Manufacturers who charge the same price for the sale of both ‘on-label’ and off-label products have a definite role in this process; but given the panoply of different uses, different patient groups and other ways in which prescriptions can be categorised as off-label, we should impose certain hurdles, and only above a certain frequency, for manufacturers to become involved. Properly conducted trials cost money, lots of money; even if it is not clear who would pay for recording the results of individual examples of off-label use, beyond a certain scale, manufacturers should step in to conduct this analysis. Patients, and indeed our wider healthcare systems demand nothing less. But the information gathering must start in the doctor’s surgery, since that is where the off-label prescription decisions are first made.
It is in the prescriber’s mind to use a drug that has been examined and approved for one purpose for another purpose, and yet the essential scientific nature of this enquiry is somehow lost in translation. Two arguments are posed against this precept, the first being that some off-label prescriptions are near enough to on-label, or otherwise so widely used that there is no dispute about their medical and scientific basis. There may be rare examples of this, but we should not read too much into them. A recent study looked at 363 articles in New England Journal of Medicine, in particular looking at medical reversals, situations in which new studies contradict current practice. The study only found a minority (38%) of current practices were affirmed by this analysis, with 40% (146) of these practices shown to be ineffective, and a further 22% where the evidence was inconclusive. This tells us the danger of accepting arguments about ‘standard of care’ without formal proof, and of course leaves unaddressed the majority of off-label prescription for which there is little or no scientific support.

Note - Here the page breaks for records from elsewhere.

import type { z } from "zod";
import { mainLimit, RULE_SETS } from "../../shared/rule-sets";
import type { GapKind, GapNames, GapsView } from "../../shared/schemas/waiting";
import { rows } from "../lib/db";
import { type Actor, visible } from "../lib/policy";
import { dayPolicy, findingPolicy } from "../policies";

type Kind = z.infer<typeof GapKind>;
type GapRow = z.infer<typeof GapNames>["rows"][number];

/** From here on a person counts as being in noise: the lowest action value of the rule sets in common use, dB. */
const IN_NOISE_DB = 80;
/** Names listed at most; the count is of all. */
const NAMES_LIMIT = 2000;

const atEarKeys = RULE_SETS.filter((ruleSet) => mainLimit(ruleSet).judged === "at-the-ear").map(
  ({ key }) => `'${key}'`,
);
const judgesAtEar = `r.governing_rule_set IN (${[...new Set(atEarKeys)].join(", ")})`;
/** A line that the rule set does not judge is not missing. */
const isNotAssessed = `(r.verdict_outside = 'not-assessed' OR (r.verdict_at_ear = 'not-assessed' AND ${judgesAtEar}))`;

/** The days of a site's year that the actor may see, `d`, with their current results, `r`. */
const inYear = (actor: Actor, d = "d") =>
  `${d}.site_id = :siteId AND ${d}.date >= make_date(:year, 1, 1) AND ${d}.date <= make_date(:year, 12, 31) AND ${visible(dayPolicy, actor, d)}`;

/** Who was told, or not told, about a day: one row per worker, day and notice. */
const notices = (actor: Actor, condition: string) => `
  SELECT i.worker_id AS id, string_agg(DISTINCT u.name, ', ') AS note, i.date
  FROM notices n JOIN notice_items i ON i.notice_id = n.id JOIN users u ON u.id = n.recipient_id
  JOIN days d ON d.worker_id = i.worker_id AND d.date = i.date
  WHERE ${inYear(actor)} AND ${condition} GROUP BY i.worker_id, i.date`;

/**
 * What is missing in a year, each as a query of (id of a worker, note, date).
 *
 * - not-measured: workers over 80 dB without protection on a day known only from a task's level or an estimate, of whom
 *   no run of that year is recorded; with their job and the last such day.
 * - no-protector: workers with an open finding that a protector is required and none assigned, on a day of that year.
 * - notice-late: worker and day of which somebody was told more than a day after the entry.
 * - notice-not-sent: worker and day of which a notice failed, is held, has an outcome nobody knows, or is overdue.
 * - not-assessed: days without a verdict on a line that their rule set judges, or without any result.
 */
const gapQueries: Record<Kind, (actor: Actor) => string> = {
  "not-measured": (actor) => `
    SELECT d.worker_id AS id, max(j.name) AS note, max(d.date) AS date
    FROM days d JOIN day_results r ON r.id = d.current_result_id JOIN workers w ON w.id = d.worker_id LEFT JOIN jobs j ON j.id = w.job_id
    WHERE ${inYear(actor)} AND r.outside_db > ${IN_NOISE_DB} AND r.grade IN ('task-level', 'estimate')
      AND NOT EXISTS (SELECT 1 FROM runs m WHERE m.worker_id = d.worker_id AND m.date >= make_date(:year, 1, 1)
        AND m.date <= make_date(:year, 12, 31) AND NOT m.is_void)
    GROUP BY d.worker_id`,
  "no-protector": (actor) => `
    SELECT f.worker_id AS id, max(k.name) AS note, max(d.date) AS date
    FROM findings f JOIN finding_evidence e ON e.finding_id = f.id JOIN days d ON d.worker_id = e.worker_id AND d.date = e.date
    JOIN day_results r ON r.id = e.result_id LEFT JOIN tasks k ON k.id = r.deciding_task_id
    WHERE f.kind = 'no-protector' AND f.state <> 'closed' AND ${visible(findingPolicy, actor, "f")} AND ${inYear(actor)}
    GROUP BY f.worker_id`,
  "notice-late": (actor) =>
    notices(
      actor,
      "n.state IN ('sent', 'possibly-sent') AND n.sent_at > n.created_at + interval '1 day'",
    ),
  "notice-not-sent": (actor) =>
    notices(
      actor,
      "(n.state IN ('failed', 'possibly-sent', 'held') OR (n.state IN ('waiting', 'sending') AND (n.last_error IS NOT NULL OR n.not_before < now() - interval '1 day')))",
    ),
  "not-assessed": (actor) => `
    SELECT d.worker_id AS id, coalesce(r.reason, CASE WHEN r.id IS NULL THEN 'not-computed' END) AS note, d.date
    FROM days d LEFT JOIN day_results r ON r.id = d.current_result_id
    WHERE ${inYear(actor)} AND (${isNotAssessed} OR (r.id IS NULL AND EXISTS (
      SELECT 1 FROM shifts f WHERE f.worker_id = d.worker_id AND f.date = d.date AND NOT f.is_void)))`,
};

interface YearOfSite {
  siteId: string;
  year: number;
}

/** What is missing in a site's year, and its months in figures. A fixed number of statements. */
export async function yearGaps(
  actor: Actor,
  { siteId, year }: YearOfSite,
): Promise<z.input<typeof GapsView>> {
  const values = { siteId, year };
  const kinds = Object.keys(gapQueries) as Kind[];
  const counts = await rows<{ kind: Kind; count: number }>(
    kinds
      .map(
        (kind) =>
          `SELECT '${kind}' AS kind, count(*)::int AS count FROM (${gapQueries[kind](actor)}) g`,
      )
      .join(" UNION ALL "),
    values,
  );
  const months = await rows<z.input<typeof GapsView>["months"][number]>(
    `SELECT extract(month FROM d.date)::int AS month, count(*)::int AS days,
       count(*) FILTER (WHERE r.verdict_at_ear = 'over')::int AS over,
       count(*) FILTER (WHERE r.verdict_at_ear = 'cant-tell-yet')::int AS "cantTell",
       count(*) FILTER (WHERE ${isNotAssessed})::int AS "notAssessed",
       count(*) FILTER (WHERE r.verdict_outside = 'over')::int AS "overOutside",
       count(*) FILTER (WHERE r.verdict_outside = 'cant-tell-yet')::int AS "cantTellOutside",
       count(*) FILTER (WHERE r.word IN ('too-little', 'too-much'))::int AS "protectorFault",
       count(*) FILTER (WHERE EXISTS (SELECT 1 FROM shifts f WHERE f.worker_id = d.worker_id AND f.date = d.date AND f.revision > 1))::int AS corrected,
       percentile_cont(0.5) WITHIN GROUP (ORDER BY r.at_ear_db) AS "medianAtEarDb",
       percentile_cont(0.5) WITHIN GROUP (ORDER BY r.outside_db) AS "medianOutsideDb"
     FROM days d JOIN day_results r ON r.id = d.current_result_id WHERE ${inYear(actor)} GROUP BY 1 ORDER BY 1`,
    values,
  );
  const years = await rows<{ year: number }>(
    `WITH span AS (SELECT min(d.date) AS first, max(d.date) AS last FROM days d WHERE d.site_id = :siteId)
     SELECT y AS year FROM span, generate_series(extract(year FROM span.last)::int, extract(year FROM span.first)::int, -1) y
     WHERE EXISTS (SELECT 1 FROM days d WHERE d.site_id = :siteId AND d.date BETWEEN make_date(y, 1, 1) AND make_date(y, 12, 31))`,
    values,
  );
  const ruleSets = await rows<{ key: string; version: number }>(
    `SELECT DISTINCT r.governing_rule_set AS key, r.governing_version AS version
     FROM days d JOIN day_results r ON r.id = d.current_result_id WHERE ${inYear(actor)} ORDER BY 1, 2`,
    values,
  );
  return { counts, months, years: years.map((found) => found.year), ruleSets };
}

/** The names behind one count. */
export async function gapNames(
  actor: Actor,
  { siteId, year }: YearOfSite,
  kind: Kind,
): Promise<GapRow[]> {
  return rows<GapRow>(
    `SELECT g.id, w.name, w.employee_number AS "employeeNumber", g.note, g.date::text AS date
     FROM (${gapQueries[kind](actor)}) g JOIN workers w ON w.id = g.id ORDER BY g.date DESC, w.employee_number LIMIT ${NAMES_LIMIT}`,
    { siteId, year },
  );
}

The second argument used against the equivalence of off-label prescription and scientific enquiry is a legal one. Somehow, legal obstacles are placed in the way of the definition of this experiment as a ‘trial’; somehow, we have accepted the idea of off-label medicine as so much the right of the prescriber to prescribe, of ‘Doctor knows best’, that it is legally construed as ‘not a trial’. Yet, even if evidence exists in support of a particular example of off-label use, and even if (a big question) the prescriber is fully familiar with the scientific landscape, it has by definition not met the rigid hurdles of regulatory review that patients expect: the balance of safety and efficacy, of risk and reward, has not been made — the very best we can say is that the ‘trial’ is to be ‘confirmatory’.
Suddenly we are confronted with an essential conundrum: how can we pursue evidence-based medicine while ignoring the outcome from such hypothesis-driven forms of behaviour? It is time for the All-Trials movement to shine a light on this somewhat dimly lit corner of medical practice, so that future generations can be enlightened by present day practice.